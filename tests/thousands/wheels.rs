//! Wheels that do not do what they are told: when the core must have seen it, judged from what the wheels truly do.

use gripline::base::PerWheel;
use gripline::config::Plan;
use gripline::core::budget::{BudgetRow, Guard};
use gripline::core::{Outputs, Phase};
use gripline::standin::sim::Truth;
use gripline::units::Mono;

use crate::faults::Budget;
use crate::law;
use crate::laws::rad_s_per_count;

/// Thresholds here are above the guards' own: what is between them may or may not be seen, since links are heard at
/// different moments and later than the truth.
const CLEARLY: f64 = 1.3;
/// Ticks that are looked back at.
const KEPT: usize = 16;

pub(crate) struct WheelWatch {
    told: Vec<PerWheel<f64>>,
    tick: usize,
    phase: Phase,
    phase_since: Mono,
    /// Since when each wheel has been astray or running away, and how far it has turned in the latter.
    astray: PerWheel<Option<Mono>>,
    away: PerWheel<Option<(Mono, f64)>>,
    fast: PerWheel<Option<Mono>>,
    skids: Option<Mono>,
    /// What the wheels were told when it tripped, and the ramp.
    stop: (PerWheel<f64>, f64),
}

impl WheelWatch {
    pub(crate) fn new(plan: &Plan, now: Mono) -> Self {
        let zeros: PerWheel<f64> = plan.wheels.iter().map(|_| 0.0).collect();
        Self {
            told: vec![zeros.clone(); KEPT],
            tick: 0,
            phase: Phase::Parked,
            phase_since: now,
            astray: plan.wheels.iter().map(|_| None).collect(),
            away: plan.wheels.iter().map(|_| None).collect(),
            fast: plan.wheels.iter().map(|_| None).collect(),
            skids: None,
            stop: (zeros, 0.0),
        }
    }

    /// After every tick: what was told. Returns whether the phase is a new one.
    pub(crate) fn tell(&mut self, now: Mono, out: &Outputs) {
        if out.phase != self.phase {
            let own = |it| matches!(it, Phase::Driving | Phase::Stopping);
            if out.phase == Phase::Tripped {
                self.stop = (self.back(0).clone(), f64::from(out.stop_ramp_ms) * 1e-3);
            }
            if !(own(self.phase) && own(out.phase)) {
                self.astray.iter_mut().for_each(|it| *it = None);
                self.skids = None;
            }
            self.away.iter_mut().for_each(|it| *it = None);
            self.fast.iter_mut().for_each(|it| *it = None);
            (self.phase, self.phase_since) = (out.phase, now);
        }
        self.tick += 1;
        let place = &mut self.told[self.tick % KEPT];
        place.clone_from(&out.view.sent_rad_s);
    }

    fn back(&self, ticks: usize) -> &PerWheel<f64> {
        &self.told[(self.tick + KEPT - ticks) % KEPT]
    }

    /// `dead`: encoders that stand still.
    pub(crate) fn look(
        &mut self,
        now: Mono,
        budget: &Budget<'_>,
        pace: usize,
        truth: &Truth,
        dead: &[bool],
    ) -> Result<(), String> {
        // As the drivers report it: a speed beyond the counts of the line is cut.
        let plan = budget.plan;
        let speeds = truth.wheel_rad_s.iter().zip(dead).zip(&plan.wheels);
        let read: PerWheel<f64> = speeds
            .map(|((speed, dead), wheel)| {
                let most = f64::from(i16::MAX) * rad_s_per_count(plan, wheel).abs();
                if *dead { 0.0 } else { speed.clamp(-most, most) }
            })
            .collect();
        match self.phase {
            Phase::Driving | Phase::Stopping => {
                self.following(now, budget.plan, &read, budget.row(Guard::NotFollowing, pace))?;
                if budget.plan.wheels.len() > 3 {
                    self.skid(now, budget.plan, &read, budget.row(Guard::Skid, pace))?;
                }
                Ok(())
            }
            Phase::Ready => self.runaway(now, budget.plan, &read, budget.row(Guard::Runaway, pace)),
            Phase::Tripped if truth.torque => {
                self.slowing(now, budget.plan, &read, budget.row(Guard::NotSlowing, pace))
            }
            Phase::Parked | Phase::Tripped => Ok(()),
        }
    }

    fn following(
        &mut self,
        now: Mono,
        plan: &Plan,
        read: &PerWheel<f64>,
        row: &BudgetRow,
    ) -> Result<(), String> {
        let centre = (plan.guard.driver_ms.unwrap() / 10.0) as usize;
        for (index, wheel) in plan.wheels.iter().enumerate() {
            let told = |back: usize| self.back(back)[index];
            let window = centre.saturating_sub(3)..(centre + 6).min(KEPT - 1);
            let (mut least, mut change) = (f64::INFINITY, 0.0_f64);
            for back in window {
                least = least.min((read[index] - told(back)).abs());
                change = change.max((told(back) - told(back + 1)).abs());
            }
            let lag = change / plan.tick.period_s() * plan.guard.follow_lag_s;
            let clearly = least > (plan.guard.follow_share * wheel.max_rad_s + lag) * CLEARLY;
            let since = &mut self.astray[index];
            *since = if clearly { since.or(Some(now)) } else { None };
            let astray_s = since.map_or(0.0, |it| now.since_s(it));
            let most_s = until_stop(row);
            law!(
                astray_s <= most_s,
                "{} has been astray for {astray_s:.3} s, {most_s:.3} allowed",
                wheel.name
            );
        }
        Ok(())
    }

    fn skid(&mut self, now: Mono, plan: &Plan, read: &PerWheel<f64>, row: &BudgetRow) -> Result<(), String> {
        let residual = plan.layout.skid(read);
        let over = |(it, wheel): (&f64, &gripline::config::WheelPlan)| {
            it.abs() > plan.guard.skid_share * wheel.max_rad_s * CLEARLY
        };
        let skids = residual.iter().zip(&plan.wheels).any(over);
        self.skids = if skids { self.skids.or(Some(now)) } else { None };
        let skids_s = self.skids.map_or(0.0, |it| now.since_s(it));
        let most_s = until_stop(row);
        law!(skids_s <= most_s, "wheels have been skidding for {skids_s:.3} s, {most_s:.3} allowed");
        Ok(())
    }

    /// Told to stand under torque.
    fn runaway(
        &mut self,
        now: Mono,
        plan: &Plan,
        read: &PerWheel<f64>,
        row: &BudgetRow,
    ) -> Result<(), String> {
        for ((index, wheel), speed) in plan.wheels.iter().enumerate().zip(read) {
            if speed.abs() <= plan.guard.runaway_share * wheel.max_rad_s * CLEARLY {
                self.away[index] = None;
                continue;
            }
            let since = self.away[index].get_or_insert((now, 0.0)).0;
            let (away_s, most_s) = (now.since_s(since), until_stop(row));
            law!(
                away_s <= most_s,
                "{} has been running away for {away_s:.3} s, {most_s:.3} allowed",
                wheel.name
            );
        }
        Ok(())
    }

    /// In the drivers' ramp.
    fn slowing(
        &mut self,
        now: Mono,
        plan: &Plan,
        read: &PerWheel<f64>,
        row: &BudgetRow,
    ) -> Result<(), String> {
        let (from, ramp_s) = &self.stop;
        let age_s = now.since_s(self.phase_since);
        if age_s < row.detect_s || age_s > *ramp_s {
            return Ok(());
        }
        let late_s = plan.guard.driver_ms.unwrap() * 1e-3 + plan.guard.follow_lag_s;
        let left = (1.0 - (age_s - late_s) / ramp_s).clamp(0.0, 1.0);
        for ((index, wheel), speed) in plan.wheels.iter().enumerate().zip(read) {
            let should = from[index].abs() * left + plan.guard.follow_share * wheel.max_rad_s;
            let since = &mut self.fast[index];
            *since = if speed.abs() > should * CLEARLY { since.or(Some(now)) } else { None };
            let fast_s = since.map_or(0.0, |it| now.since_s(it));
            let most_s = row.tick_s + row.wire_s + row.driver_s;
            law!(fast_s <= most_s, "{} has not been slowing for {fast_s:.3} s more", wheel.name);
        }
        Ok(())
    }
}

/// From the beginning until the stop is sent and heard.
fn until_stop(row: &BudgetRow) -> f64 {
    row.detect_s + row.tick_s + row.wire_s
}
□ □ □ □ □
» **THE TASK**:
Copy out every line from the data above in which the word "Option" occurs.

» **TASK SOLUTION**:
    astray: PerWheel<Option<Mono>>,
    away: PerWheel<Option<(Mono, f64)>>,
    fast: PerWheel<Option<Mono>>,
    skids: Option<Mono>,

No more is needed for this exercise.